His brother Nicholas went to Corpus Christi College, Cambridge, took holy orders, and on the Duke of Newcastle's visit to the University, as Chancellor, was created a D.D. He was appointed a King's Chaplain, and 'Dean' of Buryan in 1756, Rector of St. Mabyn and of St. Michael Penkivel in 1774, and a Prebendary of Westminster in 1777. The only remarkable thing about him seems to have been his appointment as 'Dean' of Buryan, the exact significance of which dignity it is difficult to discover, though it is said that this 'Deanery' had jurisdiction over three parishes, and the probate of wills therein, and that there were three prebends attached to it; it is not uninteresting to note this tendency in a member of the Boscawen family to 'hark back to their early St. Buryan haunts.[85] His wife, Mrs. Hatton, was, I believe, the widow of a linendraper in Newgate Street.

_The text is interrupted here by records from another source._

/* Chart drawing and the matching truth record. Everything a detector could
 * measure (frame, ticks, bar ends) is derived from the same pp_gen_chart. */
#include "cairo_chart.h"

#include <math.h>

static const double palette[][3] = {
    {0.16, 0.38, 0.62}, {0.90, 0.52, 0.16}, {0.30, 0.62, 0.36}, {0.62, 0.30, 0.52}};

static double axis_t(const pp_gen_chart *c, double v) {
  return c->log_axis ? log10(v) : v;
}

static double axis_frac(const pp_gen_chart *c, double v) {
  return (axis_t(c, v) - axis_t(c, c->axis_min)) /
         (axis_t(c, c->axis_max) - axis_t(c, c->axis_min));
}

/* Value position along the value axis in page units. */
static double value_pos(const pp_gen_chart *c, double v) {
  double f = axis_frac(c, v);
  return c->horizontal ? c->x + f * c->w : c->y + c->h - f * c->h;
}

static void set_series_colour(cairo_t *cr, const pp_gen_chart *c, int s) {
  const double *rgb = palette[s % 4];
  cairo_set_source_rgba(cr, rgb[0], rgb[1], rgb[2], c->alpha > 0 ? c->alpha : 1.0);
}

static GArray *value_ticks(const pp_gen_chart *c) {
  GArray *t = g_array_new(FALSE, FALSE, sizeof(double));
  if (c->log_axis) {
    for (int k = (int)ceil(log10(c->axis_min) - 1e-9); k <= (int)floor(log10(c->axis_max) + 1e-9);
         k++) {
      double v = pow(10, k);
      g_array_append_val(t, v);
    }
    return t;
  }
  double first = ceil(c->axis_min / c->tick_step - 1e-9) * c->tick_step;
  /* Label the frame edge too when no regular tick sits near it, as most
   * plotting tools do for a user-set minimum. */
  if (first - c->axis_min > 0.4 * c->tick_step)
    g_array_append_val(t, c->axis_min);
  for (double v = first; v <= c->axis_max + 1e-9 * fabs(c->axis_max); v += c->tick_step) {
    double r = fabs(v) < 1e-9 ? 0 : v;
    g_array_append_val(t, r);
  }
  return t;
}
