def bar3d_persp(seed, honest, auto=False):
    """Axes3D.bar3d in matplotlib's default perspective view. Misleading: two rows of wide
    bars seen from above (tops of constant size, fronts shrinking with depth, nearer bars
    hiding parts of those behind) over values from 6 to 60. Honest as a 3D chart can be: one
    row of thin slabs seen face on from low down (fronts all at one depth, so in proportion),
    values from 40 to 96. Truth: every face matplotlib painted, in its painting order
    and at its page corners (its own projection and depth sort, read back after drawing);
    scripts/corpus/truth_shapes.py takes what each face shows after the faces painted over
    it. auto: matplotlib's own view and value limits, three columns of narrower bars whose
    columns line up on the page."""
    def build():
        from mpl_toolkits.mplot3d import proj3d
        rng = rng_of(seed)
        if auto:
            cols, rows = ORCHARDS[:3], ["2029", "2030"]
            v = sorted(with_spread(rng, values_between(rng, 6, 10, 45), (5, 8), (40, 45)))
            front, back = v[:3], v[3:]
            rng.shuffle(front)
            rng.shuffle(back)
            v = front + back
            fw, fd, elev, azim, top = 0.5, 0.5, 30, -60, None
        elif honest:
            cols, rows = ORCHARDS[:5], ["2030"]
            v = with_spread(rng, values_between(rng, len(cols), 40, 96), (40, 45), (90, 96))
            fw, fd, elev, azim, top = 0.5, 0.05, 5, -90, 100
        else:
            cols, rows = ORCHARDS[:4], ["2029", "2030"]
            v = sorted(with_spread(rng, values_between(rng, 8, 10, 60), (6, 9), (55, 60)))
            front, back = v[:4], v[4:]
            rng.shuffle(front)
            rng.shuffle(back)
            v = front + back  # the taller row behind, so that every bar shows
            fw, fd, elev, azim, top = 0.6, 0.6, 30, -60, 70
        n = len(v)
        fig = new_fig(6.4, 4.8)
        ax = fig.add_axes((0.02, 0.04, 0.94, 0.9), projection="3d")
        ax.view_init(elev=elev, azim=azim)
        xs = [c for r in range(len(rows)) for c in range(len(cols))]
        ys = [r for r in range(len(rows)) for c in range(len(cols))]
        coll = ax.bar3d([x - fw / 2 for x in xs], [y - fd / 2 for y in ys], [0] * n, fw, fd,
                        v, color=HUES[1][0] if honest else HUES[0][0], shade=True)
        if top is not None:
            ax.set_zlim(0, top)
            ax.set_xlim(-0.5, len(cols) - 0.5)
            ax.set_ylim(-0.5, len(rows) - 0.5)
        ax.set_xticks(range(len(cols)))
        ax.set_xticklabels(cols)
        ax.set_yticks(range(len(rows)))
        ax.set_yticklabels(rows)
        ax.set_title("Trees planted by orchard and year", fontsize=11)
        bbox = box_of(fig, ax)  # draws: the projection and order below are the page's
        M = ax.get_proj()
        corners = []
        for x, y, h in zip(xs, ys, v):
            pts = box_corners(x - fw / 2, y - fd / 2, 0, fw, fd, h)
            px, py, _ = proj3d.proj_transform(*zip(*pts), M)
            corners.append([tuple(p) for p in ax.transData.transform(list(zip(px, py)))])
        d = {"kind": "bar-3d", "misleading": not honest,
             "rule": None if honest else "bars-3d-ink", "values": v,
             "labels": ["%s/%s" % (c, r) for r in rows for c in cols],
             "axis": {"min": 0.0, "max": float(top if top else ax.get_zlim()[1]),
                      "scale": "linear", "orientation": "z"},
             "baseline": 0.0,
             "solid": {"projection": "drawn", "base": 0.0,
                       "faces": drawn_faces(ax, coll, corners),
                       "footprint": [fw, fd], "view": [elev, azim]},
             "style": ["bar3d", "perspective"] +
                      (["one-row", "low-view"] if honest else ["two-categories", "occluded"]) +
                      (["default-view"] if auto else [])}
        d["bbox"] = bbox
        return fig, [d]
    return build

There was another brother, John—a Major-General in the army;—and the 4th son of the second Viscount, the Hon. George Boscawen, was another military member of the family; he was present at the battles of Dettingen and Fontenoy, and represented Truro in Parliament from 1761 to 1764. His daughter, Mary, maid-of-honour to the Princess Charlotte, wrote a memoir of the Princess.